▸ EXERCISE OBJECTIVE
Copy out exactly every line from the line containing "List<String> f = ComponentLibrary.splitCsv(line, resource" until the records below end, inclusive of both boundary lines.

Start of Block

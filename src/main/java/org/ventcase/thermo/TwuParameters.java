package org.ventcase.thermo;

import java.io.BufferedReader;
import java.io.IOException;
import java.io.InputStream;
import java.io.InputStreamReader;
import java.io.UncheckedIOException;
import java.nio.charset.StandardCharsets;
import java.util.HashMap;
import java.util.List;
import java.util.Map;
import java.util.Optional;

/**
 * The published Twu alpha parameters of the translated-consistent Peng-Robinson model (set tcPR),
 * each with the critical constants it was fitted with, from {@code twu-tcpr.csv} (sources in its
 * header). A set is looked up by the component's CAS number, so a case's own component (no CAS
 * number) never borrows a built-in fluid's parameters.
 *
 * <p>Source: M. Pina-Martinez, R. Privat, J.-N. Jaubert, AIChE J. 68(2) (2022) e17518,
 * DOI 10.1002/aic.17518.
 */
public final class TwuParameters {

    /** Resource path of the table. */
    public static final String RESOURCE = "/org/ventcase/thermo/twu-tcpr.csv";

    /** Citation printed beside the parameters. */
    public static final String CITATION = "tc-PR set of Pina-Martinez, Privat, Jaubert, AIChE J. 68 (2022) e17518, "
            + "as tabulated in the open-source Clapeyron.jl database";

    /**
     * One published set.
     *
     * @param tcK   the set's own critical temperature, K
     * @param pcPa  the set's own critical pressure, Pa
     * @param omega the set's acentric factor (used only for initial estimates)
     * @param c     the set's constant volume translation, m3/mol (v = v_PR - c)
     */
    public record Set(String component, double tcK, double pcPa, double omega, double l, double m, double n,
                      double c) {
        /** The alpha function of this set. */
        public AlphaFunction.Twu alpha() {
            return new AlphaFunction.Twu(l, m, n, CITATION);
        }
    }

    private static final class Holder {
        static final Map<String, Set> BY_CAS = load();
    }

    private TwuParameters() {
    }

    /** The published set for a component, matched by CAS number; empty where none is published. */
    public static Optional<Set> find(Component c) {
        if (c.cas().isEmpty()) {
            return Optional.empty();
        }
        return Optional.ofNullable(Holder.BY_CAS.get(c.cas()));
    }

    private static Map<String, Set> load() {
        ComponentLibrary lib = ComponentLibrary.builtIn();
        Map<String, Set> out = new HashMap<>();
        for (Map<String, String> row : readTable(RESOURCE)) {
            String name = row.get("component");
            if (row.getOrDefault("L", "").isBlank()) {
                continue; // listed without parameters (hydrogen): the model's fallback applies
            }
            Component c = lib.find(name).orElseThrow(() -> new IllegalStateException(
                    RESOURCE + ": '" + name + "' is not a built-in component"));
            Set s = new Set(c.name(), num(row, "Tc_K"), num(row, "Pc_Pa"), num(row, "omega"), num(row, "L"),
                    num(row, "M"), num(row, "N"), num(row, "c_m3_mol"));
            if (out.put(c.cas(), s) != null) {
                throw new IllegalStateException(RESOURCE + ": two rows for " + name);
            }
        }
        return Map.copyOf(out);
    }

    static double num(Map<String, String> row, String col) {
        String v = row.get(col);
        if (v == null || v.isBlank()) {
            throw new IllegalStateException("missing " + col + " in " + row);
        }
        return Double.parseDouble(v.trim());
    }

    /** Reads a packaged CSV table ('#' comment lines, one header line) into rows keyed by column. */
    static List<Map<String, String>> readTable(String resource) {
        try (InputStream in = TwuParameters.class.getResourceAsStream(resource)) {
            if (in == null) {
                throw new IllegalStateException("resource missing: " + resource);
            }
            BufferedReader r = new BufferedReader(new InputStreamReader(in, StandardCharsets.UTF_8));
            List<String> header = null;
            List<Map<String, String>> rows = new java.util.ArrayList<>();
            String line;
            int no = 0;
            while ((line = r.readLine()) != null) {
                no++;
                if (line.isBlank() || line.startsWith("#")) {
                    continue;
                }
                List<String> f = ComponentLibrary.splitCsv(line, resource + ":" + no);
                if (header == null) {
                    header = f;
                    continue;
                }
                Map<String, String> row = new HashMap<>();
                for (int i = 0; i < header.size() && i < f.size(); i++) {
                    row.put(header.get(i).trim(), f.get(i));
                }
                rows.add(row);
            }
            return rows;
        } catch (IOException e) {
            throw new UncheckedIOException(e);
        }
    }
}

End of Block

▸ EXERCISE SOLUTION
                List<String> f = ComponentLibrary.splitCsv(line, resource + ":" + no);
                if (header == null) {
                    header = f;
                    continue;
                }
                Map<String, String> row = new HashMap<>();
                for (int i = 0; i < header.size() && i < f.size(); i++) {
                    row.put(header.get(i).trim(), f.get(i));
                }
                rows.add(row);
            }
            return rows;
        } catch (IOException e) {
            throw new UncheckedIOException(e);
        }
    }
}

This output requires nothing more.